French private institution of higher education

Excelia is a French Grande école, a specialized top-level institution of higher education. Created in 1988 as Groupe Sup de Co La Rochelle, it is a private non-profit organisation linked to the La Rochelle Chamber of Commerce and Industry (CCI) and a member of the Conférence des Grandes Écoles. Excelia Group's Business School belongs to the approximately 100 business schools worldwide (corresponding to roughly 1% of all business school) holding a triple accreditation.

==History==

Founded in 1988, the then Groupe Sup de Co La Rochelle has been a permanent member of the Conférence des Grandes Écoles since 2005.

In September 2016, Excelia acquired a majority share of the ESCEM Business School in Tours and Orléans which was then fully integrated into Excelia.

Excelia has now 5,000 students and nearly 40,000 Alumni.

==Schools==

Excelia is organised into three schools:

- Excelia Business School
- Excelia Hotel & Tourism School
- Excelia Communication School

The historical campus of Excelia Group is located in La Rochelle and 3 additional campuses are in Tours, Orléans, and Paris.

Excelia programs are also offered in Niort.
==Accreditation==

Excelia is accredited by The French Ministry of Education (Le Ministère de L'éducation Nationale).

Excelia Business School is EFMD-EPAS accredited since 2011 and AACSB accredited since 2013. As of summer 2020, Excelia Business School is bearer of the triple crown, thus joining the league of roughly 100 triple-accredited business schools worldwide.

Excelia Hotel & Tourism School holds the TedQual accreditation, delivered by the World Tourism Organisation (UNWTO), for all its programs in Tourism Management. The school is the first and only French institution of higher education to obtain TedQual accreditation for both Bachelor and MSc programs.

== Rankings ==

In 2025, the Financial Times ranked its Masters in Management program 39th in the world, 12th in France.

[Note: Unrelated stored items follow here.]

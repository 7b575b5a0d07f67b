/** Display units. The engine is SI inside; the interface shows feet/AWG or metres/mm² per preference. */
export type UnitSystem = 'imperial' | 'metric';

export const M_PER_FT = 0.3048;
export const M_PER_IN = 0.0254;

export const metresToFeet = (m: number): number => m / M_PER_FT;
export const feetToMetres = (ft: number): number => ft * M_PER_FT;

/** A length for display: feet with one decimal, or metres with two. */
export function formatLength(m: number, units: UnitSystem): string {
	return units === 'imperial' ? `${metresToFeet(m).toFixed(1)} ft` : `${m.toFixed(2)} m`;
}

/** A short distance for display (a fuse from its battery): whole inches or whole centimetres. */
export function formatShortDistance(m: number, units: UnitSystem): string {
	return units === 'imperial' ? `${Math.round(m / M_PER_IN)} in` : `${Math.round(m * 100)} cm`;
}
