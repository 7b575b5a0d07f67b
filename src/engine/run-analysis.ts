import { EngineInputError } from './errors';
/** One logger sample: time (s), supply voltage (V), current (A). */
export interface Sample {
	tS: number;
	volts: number;
	amps: number;
}

export interface RunAnalysis {
	samples: number;
	durationS: number;
	minVolts: number;
	/** Arithmetic mean over samples (V). */
	meanVolts: number;
	peakAmps: number;
	meanAmps: number;
	/** ∫ V·I dt by the trapezoid rule (Wh). */
	energyWh: number;
	/**
	 * The supply seen as a Thevenin source: least-squares line V = V0 − R·I over the samples.
	 * Null when the current hardly varies (the slope is not defined).
	 */
	effective: { resistanceOhm: number; openCircuitV: number; r2: number } | null;
}

/** Analysis of a logged run (samples in time order). */
export function analyseRun(samples: Sample[]): RunAnalysis {
	if (samples.length === 0)
		throw new EngineInputError([
			{ path: 'samples', message: 'A logger file needs at least one sample' },
		]);
	const n = samples.length;
	let minV = Number.POSITIVE_INFINITY;
	let sumV = 0;
	let peakA = Number.NEGATIVE_INFINITY;
	let sumA = 0;
	let joules = 0;
	for (let i = 0; i < n; i++) {
		const s = samples[i]!;
		minV = Math.min(minV, s.volts);
		peakA = Math.max(peakA, s.amps);
		sumV += s.volts;
		sumA += s.amps;
		if (i > 0) {
			const p = samples[i - 1]!;
			joules += ((p.volts * p.amps + s.volts * s.amps) / 2) * (s.tS - p.tS);
		}
	}
	const meanV = sumV / n;
	const meanA = sumA / n;
	let sxx = 0;
	let sxy = 0;
	let syy = 0;
	for (const s of samples) {
		sxx += (s.amps - meanA) ** 2;
		sxy += (s.amps - meanA) * (s.volts - meanV);
		syy += (s.volts - meanV) ** 2;
	}
	// The slope needs the current to move: at least 0.5 A of spread across the run.
	const slope = sxy / sxx; // dV/dI, negative for a sagging supply
	const effective =
		Math.sqrt(sxx / n) > 0.5
			? {
					resistanceOhm: -slope,
					openCircuitV: meanV - slope * meanA,
					r2: syy > 0 ? (sxy * sxy) / (sxx * syy) : 1,
				}
			: null;
	return {
		samples: n,
		durationS: samples[n - 1]!.tS - samples[0]!.tS,
		minVolts: minV,
		meanVolts: meanV,
		peakAmps: peakA,
		meanAmps: meanA,
		energyWh: joules / 3600,
		effective,
	};
}
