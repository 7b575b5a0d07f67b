/** What a report holds: its figures per part and its findings. */
import type { BudgetRow } from './budget';
import type { BurpRun } from './burp';
import type { AmpacityEstimate } from './conductors';
import type { FeedReference } from './feed';
import type { FuseAdvice } from './fuses';
import type { NetworkSolution } from './solve';
import type { TopologyIssue } from './topology';
import type { Scenario } from './types';

export type Severity = 'info' | 'warning' | 'danger';
export type ElementKind =
	'cable' | 'bank' | 'alternator' | 'amplifier' | 'capacitor' | 'charger' | 'build';

export type WarningCode =
	| 'voltage_collapse'
	| 'drop_over_target'
	| 'cable_drop_over_target'
	| 'cmil_below_rule'
	| 'over_capacity'
	| 'unfused_battery_cable'
	| 'fuse_too_far'
	| 'fuse_above_capacity'
	| 'fuse_below_demand'
	| 'cable_too_small'
	| 'charge_voltage_high'
	| 'charge_voltage_low'
	| 'set_point_above_vehicle'
	| 'sustained_deficit'
	| 'bank_not_secured'
	| 'flooded_unvented'
	| 'bank_charge_limited'
	| 'cable_hot_in_burp'
	| 'capacitor_over_rating'
	| 'capacitor_burp_share'
	| 'charger_at_limit';

export interface ReportWarning {
	code: WarningCode;
	severity: Severity;
	element: { kind: ElementKind; id: string };
	message: string;
	/** True when the finding concerns safety: shown with the caution beside it. */
	safety: boolean;
}

export interface CableReport {
	id: string;
	label: string;
	areaMm2: number;
	areaCmil: number;
	resistanceOhm: number;
	sustained: { currentA: number; dropV: number; lossW: number };
	burp: { currentA: number; dropV: number; lossW: number };
	cmilPerAmp: number;
	requiredCmilPerAmp: number;
	ampacity: AmpacityEstimate | null;
	/** Current the fuse must carry: the burp current through the cable (A). */
	designCurrentA: number;
	/** Null on the return (ground) side, where no fuse belongs. */
	fuseAdvice: FuseAdvice | null;
	/** 'supply' carries the positive side; 'return' is ground (both ends near chassis potential). */
	side: 'supply' | 'return';
	leavesBattery: boolean;
	/**
	 * The conductor's temperature at the end of a burp of the scenario's length at the burp current,
	 * from the scenario's conductor temperature, by the adiabatic relation (IEC 60949): an upper
	 * bound, since no heat is let out. `limitC` is the insulation's rating.
	 */
	burpHeating: { finalC: number; riseC: number; limitC: number };
}

export interface AmplifierReport {
	id: string;
	label: string;
	sustainedTerminalV: number;
	burpTerminalV: number;
	/**
	 * Voltage lost under burp between the terminals of the sources that feed this amplifier
	 * (weighted by their shares of its current) and its own: what its feed and return lose (V).
	 */
	burpDropV: number;
	/** The sources the drop is measured from, with their shares (see traceFeeds). */
	burpDropReference: FeedReference;
	burpCurrentA: number;
	/** Output one unit delivers at its burp terminal voltage (W) and the loss against its rating (dB). */
	burpOutputW: number;
	burpOutputLossDb: number;
	/** Lowest terminal voltage during the time-stepped burp (V); null without it. */
	burpRunMinV: number | null;
	/**
	 * Which output model applies: `regulated` holds its rating at any voltage; `unregulated` follows
	 * (V/V_rated)² on both sides of its rated voltage, up to `maxOutputW` when one is stated.
	 */
	outputModel: 'regulated' | 'unregulated';
	maxOutputW: number | null;
}

export interface BankReport {
	id: string;
	label: string;
	ocvV: number;
	resistanceOhm: number;
	capacityAh: number;
	absorptionV: number;
	floatV: number;
	maxChargeV: number;
	sustainedCurrentA: number;
	burpCurrentA: number;
	/** Charge acceptance at its state of charge (A). */
	chargeAcceptanceA: number;
	/** True when, under sustained music, it takes all it accepts: charging is limited by the bank. */
	sustainedChargeLimited: boolean;
}

export interface AlternatorReport {
	id: string;
	label: string;
	limitA: number;
	setPointV: number;
	sustainedCurrentA: number;
	burpCurrentA: number;
	burpMode: 'off' | 'voltage' | 'current';
}

export interface CapacitorReport {
	id: string;
	label: string;
	farads: number;
	esrOhm: number;
	/** The bank's rated voltage: a module's times the modules in series (V). */
	ratedV: number;
	/**
	 * The highest voltage across it at the scenario's steady points: charged at rest before the
	 * burp (with the time-stepped burp), under music and under the burp (V).
	 */
	highestV: number;
	/** The largest current out of it as the burp starts (A); null when the burp had no step. */
	burpPeakA: number | null;
	/** Share of the charge the sources delivered in the burp's first 100 ms that this bank carried (0..1). */
	shareFirst100ms: number | null;
}

/** A DC-DC charger under sustained music (what it does for the auxiliary bank between burps). */
export interface ChargerReport {
	id: string;
	label: string;
	running: boolean;
	limitA: number;
	outputA: number;
	outputV: number;
	inputA: number;
	inputV: number;
	atLimit: boolean;
}

export type BuildReport =
	| { ok: false; issues: TopologyIssue[] }
	| {
			ok: true;
			scenario: Scenario;
			sustained: NetworkSolution;
			burp: NetworkSolution;
			budget: BudgetRow[];
			/** Null when the report was asked for without the time-stepped burp. */
			burpRun: BurpRun | null;
			cables: CableReport[];
			amplifiers: AmplifierReport[];
			banks: BankReport[];
			alternators: AlternatorReport[];
			capacitors: CapacitorReport[];
			chargers: ChargerReport[];
			warnings: ReportWarning[];
	  };
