/**
 * The engine for islands: every model and computation, unchecked, and no schema library. The build
 * page checks a draft with the document's schema (`documentProblems`, `buildDocumentSchema` from
 * `@/engine`, loaded on the first touch of the editor) before it asks for figures; everything else
 * imports the checked index, `@/engine`, which re-exports this.
 */
export * from './types';
export * from './part-kinds';
export * from './conductors';
export * from './amplifier';
export * from './battery';
export * from './alternator';
export * from './fuses';
export * from './topology';
export { solveCompiled } from './solver';
export {
	compileNetwork,
	conducts,
	GMIN_S,
	type SolveConditions,
	type CompiledNetwork,
} from './network';
export * from './solve';
export * from './budget';
export * from './burp';
export * from './session';
export * from './report';
export * from './spice';
export * from './units';
export * from './diff';
export * from './hints';
export * from './run-analysis';
export * from './checks';
export * from './headline';
export * from './findings';
export * from './heating';
export * from './sweep';
export * from './compare';
export * from './merge';
export * from './defaults';
export { describeFeed, type FeedReference, type FeedShare } from './feed';
// The calibration fit is its own entry, `@/engine/calibration` (it brings a fitting library that
// pages without a log should not load); only its types are here.
export type {
	CalibrationOptions,
	CalibrationParameter,
	CalibrationPoint,
	CalibrationResult,
	FittedParameter,
} from './calibrate';
export { EngineInputError, type EngineProblem } from './errors';
export * from './text-rules';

In 2025, the Times Higher Education IMPACT 2025 ranked Excelia at the 2nd place for the third consecutive year.

In 2026, the QS Business Master's rankings 2026 ranked 4 of its programmes being featured in these internationally recognised rankings.

In the Financial Times 2025 ranking, Excelia is one of the top 10 French business schools of choice for international students.